On Wed, 20 Apr 2005, Patrick W. Gilmore wrote:
And I can show that if you give a pig wings....
I suppose IF a pig had wings, indeed, it *would* fly. But pigs aren't growing winglets. However, there are two relevant facts here: 1) People are starting to deploy PPLB. 2) People are starting to use TCP DNS
Look, it breaks in certain situations. But anycast implementations of TCP apps have worked "well" for a decade now. Deal with the fact that not only do people use it, but users don't notice it.
Or don't. No one here cares if you do. Reality trumps lab tests.
"Reality" for the last ten years has been that no one did either PPLB or TCP DNS. That reality is changing. It'll probably start to change faster, sooner. Then, users will start to notice the problems.

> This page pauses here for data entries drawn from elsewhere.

"""One element of one instance: its card read, its values changed, scaled and multiplied, its model found."""

from __future__ import annotations

from msgspec.structs import replace

from tauledger import circuit
from tauledger.circuit import Element, ReadingNote, fold
from tauledger.devices.catalogue import choose, families_of
from tauledger.devices.family import Refusal
from tauledger.errors import InputError, NetlistError
from tauledger.netlist.behaviour import MOST_DEEP, MOST_PARTS, applies, extent, formula_of
from tauledger.netlist.controlled import behavioural, controlled, coupling, line
from tauledger.netlist.diagnostics import Site, visible
from tauledger.netlist.draft import Draft, Row
from tauledger.netlist.elements import FLAGS, ElementCard, Fields, device
from tauledger.netlist.items import Item, Word
from tauledger.netlist.letters import CONTROLLED, MODELLED, PASSIVES, PLURAL, SOURCES
from tauledger.netlist.lookup import model_for, picked_bin, visible_models
from tauledger.netlist.models import ModelCard
from tauledger.netlist.netlist import Netlist
from tauledger.netlist.numbers import CAPITAL_M
from tauledger.netlist.passive import impossible, passive
from tauledger.netlist.scale import grows, scaled, scaled_sizes
from tauledger.netlist.scopes import Scope
from tauledger.netlist.sources import source
from tauledger.netlist.surroundings import Surroundings, node_of

# Letters whose elements ngspice does not multiply by the m of the instances around them.
WITHOUT_M = frozenset("VEHBKTSWOUYP")
# What ngspice takes for a resistor of 0 Ω.
LEAST_OHM = 1e-3
READ_ONLY = "`tauledger netlist` shows what was read"


def add_element(
    netlist: Netlist, draft: Draft, around: Surroundings, number: int, site: Site, card: Fields, name: str
) -> None:
    """Work out the element of one card and put it into the draft under its full name; number, site: of that card.

    A device that can be read but not reviewed is put in as well, and its fault among the draft's refusals.
    Raises NetlistError for what is wrong on the card, InputError for a changed value that is not possible.
    """
    letter = site.card.text[0].upper()
    if letter in SOURCES:
        part = _source(site, netlist.items[number], letter, around.scope)
    elif letter in CONTROLLED:
        part = controlled(site, card, letter, around.scope)
    elif letter == "B":
        part = behavioural(site, card, around.scope)
    elif letter == "K":
        part = coupling(site, card, around.scope)
    elif letter == "T":
        part = line(site, card, around.scope)
    else:
        seen = visible_models(netlist, around)
        part = _modelled(site, card, letter, seen.with_bins if letter == "M" else seen.names, around.scope)
        part = _given(draft, name, part, letter)
        if part.model is not None and fold(part.model.text) not in seen.models:
            drawn = replace(part, parameters=scaled_sizes(part.parameters, draft.scale))
            part = replace(part, model=picked_bin(netlist, draft, seen, drawn, part.model, letter, site))
        if draft.scale != 1.0 and part.model is not None:
            part = _scaled(netlist, draft, around, part, part.model, letter, name, site)
    plain = letter in PASSIVES and part.model is None and [key for key, _ in part.parameters] == ["value"]
    if not plain:
        part = replace(part, parameters=_own_value(draft, name, part, letter))
    part = _multiplied(draft, around, part, letter, name, site)
    if plain and [key for key, _ in part.parameters] == ["value"]:
        _plain(netlist, draft, around, part, letter, name, number, site)
        return
    model = None
    if part.model is not None:
        found = visible_models(netlist, around).models[fold(part.model.text)]
        model = model_for(netlist, draft, found, part.model, letter)
    element = Element(
        letter=letter,
        name=name,
        nodes=tuple(node_of(netlist, draft, around, node) for node in part.nodes),
        model=model.model.name if model else "",
        parameters=part.parameters,
        card=number,
        path=around.path,
        references=tuple(around.prefix + word.text for word in part.references),
        polynomial=part.polynomial,
        formula=_formula(netlist, draft, around, part, site),
        quantity=part.quantity,
    )
    draft.elements.append(element)
    family = choose(element, model.model if model else None)
    if isinstance(family, Refusal):
        draft.refusals.extend(_refused(netlist, site, card, element, model, family).diagnostics)
    elif family.model_types and len(element.nodes) > len(family.terminals):
        message = f"a {family.words} has at most {len(family.terminals)} nodes"
        hint = f"write {card.name.text} {' '.join(family.terminals)} model"
        draft.refusals.extend(site.fault(part.nodes[len(family.terminals)], message, hint).diagnostics)


def _source(site: Site, items: tuple[Item, ...], letter: str, scope: Scope) -> ElementCard:
    given = source(site, items, letter, scope)
    values = [("dc", given.dc)]
    if given.ac_magnitude is not None:
        values += [("acmag", given.ac_magnitude), ("acphase", given.ac_phase)]
    return ElementCard(given.nodes, tuple(values), given.m)


def _modelled(site: Site, card: Fields, letter: str, models: frozenset[str], scope: Scope) -> ElementCard:
    """Read a card whose last place is a model: a passive may have one, a device must."""
    if letter in PASSIVES:
        return passive(site, card, letter, models, scope)
    if letter == "U" and len(card.places) > MODELLED["U"].least + 1:
        message = f"{card.name.text}: digital parts are not supported"
        raise site.fault(card.name, message, "U is read as a distributed RC line: U1 near far capacitances model")
    control = card.places[2] if letter == "W" and len(card.places) > 2 else None
    if control is not None:
        if not isinstance(control, Word):
            raise site.fault(control, "the name of a voltage source is expected here", "write W1 n+ n- source model")
        card = replace(card, places=card.places[:2] + card.places[3:])
    known = frozenset().union(*(family.instance_parameters for family in families_of(letter)))
    part = device(site, card, MODELLED[letter], models, known, scope)
    return part if control is None else replace(part, references=(control,))


def _given(draft: Draft, name: str, part: ElementCard, letter: str) -> ElementCard:
    """Put changed values of the card's own in their places: m, and the parameters that the letter's devices take."""
    changes = [change for change in list(draft.changed_given.values()) if fold(change[0]) == fold(name)]
    for _, parameter, value in changes:
        word = fold(parameter)
        if word not in settable(letter):
            continue
        del draft.changed_given[fold(name), word]
        if (word == "m" or word.startswith("area")) and not value > 0.0:
            raise InputError(f"{name}: {word} must be greater than 0, not {value:.6g}")
        if word == "m":
            part = replace(part, m=value)
            continue
        kept = tuple(pair for pair in part.parameters if pair[0] != word)
        part = replace(part, parameters=(*kept, (word, value)))
    return part


def settable(letter: str) -> frozenset[str]:
    """Give the folded names that a device's own card can give a value, m included; none for a letter without model."""
    if letter in PASSIVES:
        return frozenset({"m"})
    if letter not in MODELLED:
        return frozenset()
    own = frozenset().union(*(family.instance_parameters for family in families_of(letter)))
    return own - FLAGS if letter in WITHOUT_M else (own | {"m"}) - FLAGS


def _scaled(
    netlist: Netlist,
    draft: Draft,
    around: Surroundings,
    part: ElementCard,
    word: Word,
    letter: str,
    name: str,
    site: Site,
) -> ElementCard:
    """Apply `.options scale` to the sizes of a device with a model."""
    found = visible_models(netlist, around).models[fold(word.text)]
    model = model_for(netlist, draft, found, word, letter).model
    if grows(part.parameters, letter, model):
        says = (
            f"{name}: scale = {draft.scale:g} multiplies area and pj once, as in the first analysis of ngspice; "
            "ngspice multiplies them again with every further analysis of a run"
        )
        around.scope.notes.append(ReadingNote(site.where, says))
    return replace(part, parameters=scaled(part.parameters, letter, model, draft.scale))


def _multiplied(
    draft: Draft, around: Surroundings, part: ElementCard, letter: str, name: str, site: Site
) -> ElementCard:
    """Work in m: of the card and of the instances around, where ngspice counts it for this letter."""
    if letter in WITHOUT_M:
        if around.m != 1.0 and (letter in "TO" or (letter == "B" and part.quantity == "i")):
            says = (
                f"{name} does not count the m = {around.m:g} of the instances around it: ngspice has none for {letter}"
            )
            around.scope.notes.append(ReadingNote(site.where, says))
        return part if part.m == 1.0 else replace(part, parameters=(*part.parameters, ("m", part.m)))
    m = product(around, part.m, name, site)
    if letter == "L" and m != 1.0:
        draft.divided[fold(name)] = m
    if letter == "I":
        return replace(
            part,
            parameters=tuple((key, value if key == "acphase" else m * value) for key, value in part.parameters),
            m=1.0,
        )
    if m != 1.0 and (letter in PASSIVES and [key for key, _ in part.parameters] == ["value"] and part.model is None):
        return replace(part, m=m)
    if letter in "FG" and part.behaviour is None and not part.polynomial:
        return replace(part, parameters=tuple((key, m * value) for key, value in part.parameters))
    return part if m == 1.0 else replace(part, parameters=(*part.parameters, ("m", m)))


def product(around: Surroundings, own: float, name: str, site: Site) -> float:
    """Multiply the m of an element or instance with that of the instances around it; a note where both count."""
    if own != 1.0 and around.m != 1.0:
        says = (
            f"{name} counts m = {own:g} × {around.m:g}: its own and that of the instances around it; "
            "ngspice would take the outermost alone"
        )
        around.scope.notes.append(ReadingNote(site.where, says))
    return own * around.m


def _plain(
    netlist: Netlist,
    draft: Draft,
    around: Surroundings,
    part: ElementCard,
    letter: str,
    name: str,
    number: int,
    site: Site,
) -> None:
    """Add an R, C or L of which only the value counts."""
    own = part.parameters[0][1]
    value = _changed(draft, name, own)
    if letter == "R" and value == own == 0.0:
        value = LEAST_OHM
        around.scope.notes.append(ReadingNote(site.where, f"{name} has 0 Ω: 1 mΩ is put there, as ngspice does"))
    elif problem := impossible(letter, value):
        raise InputError(f"{name}: {problem}")
    elif letter == "R" and 0.0 < value < 1.0 and value == own and (written := CAPITAL_M.search(site.card.text)):
        says = f"{name} has {written.group()}: M is milli in SPICE, as m is; {value:.6g} Ω is taken, write "
        says += f"{written.group(1)}meg for megohms"
        around.scope.notes.append(ReadingNote(site.where, says))
    elif value < 0.0:
        own_name = site.card.text.split(maxsplit=1)[0]
        says = f"{own_name} has {value:.6g} Ω, less than 0: taken as written, as ngspice does"
        around.scope.notes.append(ReadingNote(site.where, says))
    a, b = (node_of(netlist, draft, around, node) for node in part.nodes)
    scaled = value * part.m if letter == "C" else value / part.m
    draft.rows.append(Row(letter, name, a, b, scaled, number, around.path))


def _own_value(draft: Draft, name: str, part: ElementCard, letter: str) -> tuple[tuple[str, float], ...]:
    """Give the parameters with a changed value in its place: of R C L the value, of V I dc, of E F G H the gain."""
    key = fold(name)
    if key not in draft.changed_elements:
        return part.parameters
    own = "dc" if letter in SOURCES else "gain" if letter in CONTROLLED else "value"
    if own not in dict(part.parameters):
        draft.fixed.add(key)
        return part.parameters
    changed = _changed(draft, name, 0.0)
    if own == "value" and (problem := impossible(letter, changed)):
        raise InputError(f"{name}: {problem}")
    return tuple((word, changed if word == own else value) for word, value in part.parameters)


def _changed(draft: Draft, name: str, value: float) -> float:
    found = draft.changed_elements.pop(fold(name), None)
    return value if found is None else found[1]


def _formula(
    netlist: Netlist, draft: Draft, around: Surroundings, part: ElementCard, site: Site
) -> circuit.Formula | None:
    if part.behaviour is None:
        return None
    at = part.behaviour.at

    limits = f"at most {MOST_DEEP} levels and {MOST_PARTS} operators when its functions are put in"
    too_large = site.fault(part.behaviour, "the formula is too large", f"split it into sources: {limits}")
    try:
        found = formula_of(
            site,
            part.behaviour,
            scope=around.scope,
            node=lambda text: node_of(netlist, draft, around, Word(text, at)),
            source=lambda text: around.prefix + text,
        )
        whole = extent(found)
    except RecursionError as error:
        raise too_large from error
    if whole.depth > MOST_DEEP or whole.size > MOST_PARTS:
        raise too_large
    if applies(found, "ddt"):
        says = "ngspice's AC analysis takes a derivative by time (ddt) as nothing, and so does the rebuilt network"
        around.scope.notes.append(ReadingNote(site.where, says))
    if part.table:
        return circuit.Apply("table", (found, *map(circuit.Number, part.table)))
    return found


def _refused(
    netlist: Netlist, site: Site, card: Fields, element: Element, model: ModelCard | None, refusal: Refusal
) -> NetlistError:
    """Make the message for an element that can be read but not reviewed: at the culprit on the model or on its card."""
    letter = element.letter
    if not families_of(letter):
        return site.fault(
            card.name, f"{card.name.text}: {PLURAL[letter]} ({letter}) are not supported by this version", READ_ONLY
        )
    where = model.places.get(fold(refusal.parameter)) if model else None
    if model is not None and where is not None:
        user = (f"used by {visible(element.name)} ({site.where})",)
        return Site(netlist.files, netlist.cards[model.model.card], user).fault(where, refusal.reason, refusal.hint)
    setting = next((s for s in card.settings if fold(s.name.text) == fold(refusal.parameter)), None)
    return site.fault(setting or card.name, refusal.reason, refusal.hint)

But caching servers are usually setup to load balance. Usually, the servers with the same IP address share an ethernet along with multiple routers. So the packets are switched on essentially a per-packet basis. Or possibly a per-arp basis that alters the MAC-based-forwarding behavior of a switch. This is fairly fine grained load balancing.
This is complete news to me. Of course, I do not run most of the caching name servers on the Internet, so what do I know. Do you?
Would anyone who runs an anycast recursive name server care to supply data points to support or refute Mr. Anderson's assertion?
Mr. Anderson, do you have any data points to support your assertion?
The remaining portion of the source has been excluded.